In reality, however, the difference in time between the two methods will be so minuscule that unless these if statements run millions of times in your code it will not noticeably impact the performance of your program. This sounds like an example of premature optimization to me.

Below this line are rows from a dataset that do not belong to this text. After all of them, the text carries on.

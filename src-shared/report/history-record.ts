/**
 * The numbers of a report run as the project's report history keeps them
 * (src-shared/project/report-history.ts): per species its model, the trend
 * a season and the indices with their limits, theta and AIC; the
 * composite's indices with its bootstrap settings. Nothing per record.
 */
import type { CompositeResult } from '../trend/composite';
import type { IndexRow } from '../trend/interval';
import type { HistoryIndex, HistorySpecies, ReportHistoryEntry, ReportRecord } from '../project/report-history';
import type { GroupTrend } from './group-section';
import type { PlannedGroup } from './group-step';

/** A number as the history stores it: null when it has no finite value. */
export const stored = (x: number | null | undefined): number | null => (typeof x === 'number' && Number.isFinite(x) ? x : null);

export function historyIndices(rows: readonly IndexRow[]): HistoryIndex[] {
  return rows.map((r) => ({ season: r.time, index: stored(r.index), lower: stored(r.lower), upper: stored(r.upper) }));
}

function speciesRecord(planned: PlannedGroup, g: GroupTrend | undefined): HistorySpecies {
  const model = { name: planned.model ?? '', spec: planned.spec, dropBadOffsetRows: planned.dropBadOffsetRows ?? false };
  const r = g?.result;
  const label = planned.label !== undefined && planned.label !== planned.group ? { label: planned.label } : {};
  if (!r) return { species: planned.group, ...label, model, result: null, error: g?.error ?? 'The trend could not be fitted.' };
  return {
    species: planned.group,
    ...label,
    model,
    result: {
      converged: r.fit.converged,
      rows: r.fit.nobs,
      theta: stored(r.fit.theta),
      aic: stored(r.fit.aic),
      base: r.method?.base ?? r.indices[0]?.time ?? '',
      trend: { perSeason: stored(r.slope.perYear), lower: stored(r.slope.lower), upper: stored(r.slope.upper) },
      indices: historyIndices(r.indices),
    },
    error: null,
  };
}

export interface RecordInput {
  readonly madeAt: string;
  readonly software: { readonly name: string; readonly version: string };
  readonly dataKey: string | null;
  readonly planned: readonly PlannedGroup[];
  readonly groups: readonly GroupTrend[];
  readonly composite?: CompositeResult['composite'];
}

/** What the history keeps of a run, before its files are written. */
export function reportRecord(input: RecordInput): ReportRecord {
  const c = input.composite;
  return {
    madeAt: input.madeAt,
    software: { name: input.software.name, version: input.software.version },
    dataKey: input.dataKey,
    species: input.planned.map((p) => speciesRecord(p, input.groups.find((g) => g.group === p.group))),
    composite: c ? { replicates: c.replicates, seed: c.seed, indices: historyIndices(c.indices) } : null,
  };
}

/** The history entry of a run whose files were written (names without folder, SHA-256 of their bytes). */
export function historyEntry(record: ReportRecord, files: readonly { name: string; sha256: string }[]): ReportHistoryEntry {
  return { ...record, files: files.map((f) => ({ name: f.name, sha256: f.sha256 })) };
}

Suppose I have the following, which is the better, faster, more Pythonic method
and why?
if x == 2 or x == 3 or x == 4:
do following...
or :
if x in (2, 3, 4):
do following...
In Python 3 (3.2 and up), you should use a set:
if x in {2, 3, 4}:
as set membership is a O(1) test, versus a worst-case performance of O(N) for testing with separate or equality tests or using membership in a tuple.
In Python 3, the set literal will be optimised to use a frozenset constant:
>>> import dis
>>> dis.dis(compile('x in {1, 2, 3}', '<file>', 'exec'))
1 0 LOAD_NAME 0 (x)
3 LOAD_CONST 4 (frozenset({1, 2, 3}))
6 COMPARE_OP 6 (in)
9 POP_TOP
10 LOAD_CONST 3 (None)
13 RETURN_VALUE
Note that this optimisation was added to Python 3.2 and in Python 2 or 3.0 or 3.1 you'd be better of using a tuple instead. For a small number of elements, the difference in lookup time is nullified by the set creation for each execution.